Open Subset of Locally Path-Connected Space is Locally Path-Connected
Theorem
Let $T = \struct {S, \tau}$ be a locally path-connected topological space.
Let $U \subset S$ be open in $T$.
Then $U$ is locally path-connected in $T$.
Proof
Let $\tau_U$ denotes the subspace topology on $U$ induced by $\tau$.
That is, $\tau_U = \set {\OO \cap U: \OO \in \tau}$.
To show that $\struct {U, \tau_U}$ is a locally path-connected topological space, we must prove that each point $x\in U$ has a local basis consisting of path-connected elements of $\tau_U$.

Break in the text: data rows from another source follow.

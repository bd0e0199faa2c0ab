/*
 * Tests of the data writers (vg_output.h): a config built by hand, written in
 * chunks of awkward sizes, read back with the NetCDF C API and a CSV parser
 * of our own, and compared value by value with an independent formula of the
 * flat index.  Also the temporary-file rules and every error path.
 *
 * References: the row-major (C order) index of NetCDF's C API
 * (nc_get_var1_double, NetCDF-C documentation); the axis order stated in
 * vg_grid.h; the sweep.csv layout of the project's output specification
 * (the six parameter columns gap_meV .. temperature_K, then the selected
 * metrics, empty fields for missing values); NC_FILL_DOUBLE from netcdf.h;
 * CODATA 2018 values from docs/theory.md; "%.17g" reads back to the same double
 * (17 significant digits suffice for binary64: IEEE 754-2008 section 5.12.2,
 * from memory).
 */
#define _GNU_SOURCE /* unshare, mount; nftw, mkdtemp, setrlimit */

#include <stdarg.h>
#include <stddef.h>
#include <stdint.h>
#include <setjmp.h>
#include <cmocka.h>

#include "testutil.h"

#include <dirent.h>
#include <errno.h>
#include <fcntl.h>
#include <ftw.h>
#include <math.h>
#include <netcdf.h>
#include <signal.h>
#include <stdio.h>
#include <stdlib.h>
#include <string.h>
#include <sched.h>
#include <sys/mount.h>
#include <sys/resource.h>
#include <sys/stat.h>
#include <sys/wait.h>
#include <unistd.h>

#include "vg_output.h"

#define ROOT_LEN 64   /* the mkdtemp directory */
#define DIR_LEN 128   /* a test's directory */
#define PATH_LEN 256  /* a file in it */

/* Axis order of vg_grid.h, slowest first (stated there, not taken from
 * grid.c). */
static const vg_param_id axis_order[VG_NPARAM] = {
    VG_P_TEMPERATURE, VG_P_MODE, VG_P_HUANG_RHYS,
    VG_P_COUPLING, VG_P_REORG, VG_P_GAP
};

/* Parameter values: base + step * index ("high-entropy" numbers). */
static const double par_base[VG_NPARAM] = {-37.25, 18.5, 1.0, 0.0735, 204.6, 150.0};
static const double par_step[VG_NPARAM] = {41.125, 18.5, 0.375, 0.0419, 12.4, 53.3};

static const char config_text[] =
    "[scenario]\ntitle = writer check\n[parameters]\ngap = -37.25 .. 209.5 meV, 7 points\n";

typedef struct {
    vg_config cfg;
    vg_grid grid;
    vg_out_meta meta;
    char dir[DIR_LEN];    /* a fresh directory for this test */
} fixture;

static char root[ROOT_LEN]; /* mkdtemp directory holding every test's files */
static int subdir_count;

/* ---- the independent model of what the writers must produce ---------- */

static double param_value(int p, size_t i)
{
    return par_base[p] + par_step[p] * (double)i;
}
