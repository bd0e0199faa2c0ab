#!/bin/sh
# The libFuzzer harnesses (tests/fuzz/fuzz_*.c, built by `make fuzz-build`
# into build-fuzz/ with clang, AddressSanitizer and UBSan) as a suite:
#
#   - the fuzz build succeeds;
#   - each harness fuzzes for a fixed number of runs from a fixed seed
#     (-seed=1 -runs=N: the same inputs on every machine, not a time
#     budget), starting from its seed corpus (configs/*.ini, tests/bad/),
#     in a scratch corpus, and finds no crash, no sanitizer error and no
#     broken promise of tests/fuzz/fuzz_check.h;
#   - each harness then replays every seed and every input of
#     tests/fuzz/regressions/<harness>/ without failure.
#
# A crash prints its input's path and the top of its report; the input then
# belongs in tests/fuzz/regressions/<harness>/ (see tests/fuzz/README).
# Longer runs: `make fuzz FUZZ_SECONDS=600`.  Environment: FUZZ_CHECK_RUNS
# overrides the number of runs of every harness; FUZZ_CHECK_MAX_SECONDS
# (default 300) stops a harness on a machine too slow to finish its runs.
# Not run inside the sanitizer run (VG_UNDER_SANITIZER): it is a clang
# sanitizer build of its own.
set -u
SRC=$(cd "$(dirname "$0")/../.." && pwd)
cd "$SRC" || exit 1
[ -z "${VG_UNDER_SANITIZER:-}" ] || { echo "fuzz.sh: not run inside the sanitizer run"; exit 0; }
FB=build-fuzz
T=$(mktemp -d)
trap 'rm -rf "$T"' EXIT
pass() { echo "PASS: $1"; }
fail() { echo "FAIL: $1: $2"; }

# Runs per harness: 10 to 20 s each on the 2-core development machine.
runs_for() {
    if [ -n "${FUZZ_CHECK_RUNS:-}" ]; then
        echo "$FUZZ_CHECK_RUNS"
        return
    fi
    case "$1" in
        fuzz_config) echo 30000 ;;
        fuzz_value) echo 600000 ;;
        *) echo 20000 ;;
    esac
}

if ! make -s --no-print-directory fuzz-build >"$T/build.log" 2>&1; then
    fail "make fuzz-build (clang, libFuzzer, ASan, UBSan)" "$(tail -n 5 "$T/build.log" | tr '\n' ' ')"
    exit 1
fi
pass "make fuzz-build builds the harnesses in $FB (clang, libFuzzer, ASan, UBSan)"

# The top of a failure report: what broke, and the first frames.
report() {
    grep -m 1 -E 'broken promise|ERROR: (AddressSanitizer|LeakSanitizer|libFuzzer)|runtime error|deadly signal' "$1"
    grep -m 6 -E '^ +#[0-9]+ ' "$1" | sed 's/^ *//'
}

for src in tests/fuzz/fuzz_*.c; do
    h=$(basename "$src" .c)
    bin="$FB/$h"
    runs=$(runs_for "$h")
    mkdir "$T/corpus-$h" "$T/crash-$h"
    "$bin" -seed=1 -runs="$runs" -max_total_time="${FUZZ_CHECK_MAX_SECONDS:-300}" \
        -max_len=4096 -timeout=30 -dict=tests/fuzz/config.dict \
        -artifact_prefix="$T/crash-$h/" "$T/corpus-$h" "$FB/seed/$h" >"$T/$h.log" 2>&1
    rc=$?
    done_runs=$(sed -n 's/^Done \([0-9]*\) runs.*/\1/p' "$T/$h.log")
    if [ "$rc" -ne 0 ]; then
        crash=$(ls "$T/crash-$h" 2>/dev/null | head -n 1)
        mkdir -p "$FB/crash/$h"
        [ -n "$crash" ] && cp "$T/crash-$h/$crash" "$FB/crash/$h/"
        fail "$h: $runs runs from seed 1" "exit $rc, input $FB/crash/$h/$crash (copy it to tests/fuzz/regressions/$h/): $(report "$T/$h.log" | tr '\n' ' ' | head -c 700)"
    elif [ -z "$done_runs" ]; then
        fail "$h: $runs runs from seed 1" "no 'Done N runs' line: $(tail -n 3 "$T/$h.log" | tr '\n' ' ')"
    else
        pass "$h: $done_runs runs from seed 1 over the seed corpus, no crash, no sanitizer error, no broken promise"
    fi

    find "$FB/seed/$h" tests/fuzz/regressions/"$h" -type f 2>/dev/null | sort >"$T/$h.list"
    nseed=$(grep -c "^$FB/seed/" "$T/$h.list")
    nreg=$(grep -c '^tests/fuzz/regressions/' "$T/$h.list")
    # shellcheck disable=SC2046 # one argument per file name (no spaces in them)
    if "$bin" $(cat "$T/$h.list") >"$T/$h-replay.log" 2>&1; then
        pass "$h replays $nseed seeds and $nreg regression inputs without failure"
    else
        fail "$h replay of $nseed seeds and $nreg regression inputs" "$(grep '^Running: ' "$T/$h-replay.log" | tail -n 1) $(report "$T/$h-replay.log" | tr '\n' ' ' | head -c 700)"
    fi
done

Let $x$ be an element of $U$.
Since $T$ is locally path-connected, there exists a local basis of $x$ in $T$ consisting of path-connected sets.
Let $\widetilde \BB = \set {\OO_\alpha: \alpha \in \II}$ be such a local basis, where $\II$ is an indexing set.
That is, for each $\alpha \in \II$:
- $\OO_\alpha$ is path-connected
- $\OO_\alpha\in \tau$, and
- $\OO_\alpha$ contains $x$.
Let $\BB = \set {\OO_\alpha \cap U: \alpha \in \II}$.
We claim that $\BB$ gives a local basis for $x$ considered as an element of the topological space $\struct {U, \tau_U}$ (though $\BB$ need not consist of path-connected sets.)
To see this, note that for each $\alpha \in \II$, $\OO_\alpha \cap U$ is open in $U$ by definition of the subspace topology on $U$.
Note also that since $x \in U$ and $x \in \OO_\alpha$:
- $x \in U \cap \OO_\alpha$,
so $\BB$ is a family of open sets containing $x$.
To show $\BB$ is a local basis, it remains to prove that any element of $\tau_U$ containing $x$ also contains an element of $\BB$.
Let $A \in \tau_U$ be such that $x \in A$.
Since each element of $\tau_U$ is of the form $\OO \cap U$ where $\OO \in \tau$, there exists $V \in \tau$ such that:
- $A = V \cap U$
Since $\tau$ is a topology and $V$ and $U$ are both in $\tau$:
- $A \in \tau$
as well.
From the fact that $\widetilde \BB$ is a local basis for $x$ in $\struct {T, \tau}$, we may therefore find an element $\alpha \in \II$ such that
- $\OO_\alpha \subseteq A$
By Set Intersection Preserves Subsets/Corollary:
- $\OO_\alpha \cap U \subseteq A \cap U$
From Intersection with Subset is Subset, since $A \subseteq U$:
- $A \cap U = A$
Therefore
- $\OO_\alpha \cap U \subseteq A$
as required.
We now use the local basis $\BB$ for $x$ to produce a local basis for $x$ consisting of path-connected sets.
Let $A \in \BB$.
Since $A$ is a neighborhood of $x$ and $\widetilde B$ is a local basis for $x$ considered as an element of the topological space $\struct {T, \tau}$, there exists an element $\alpha \in \II$ such that $\OO_\alpha \in \widetilde B$ satisfies
- $\OO_\alpha \subseteq A$.
Using the Axiom of Choice, we may therefore define a function $\phi : \BB \to \II$ such that
- $\OO_{\map \phi A} \subseteq A$.
We claim that $\map \phi \BB$ gives a local basis for $x$ in $U$ consisting of path-connected sets.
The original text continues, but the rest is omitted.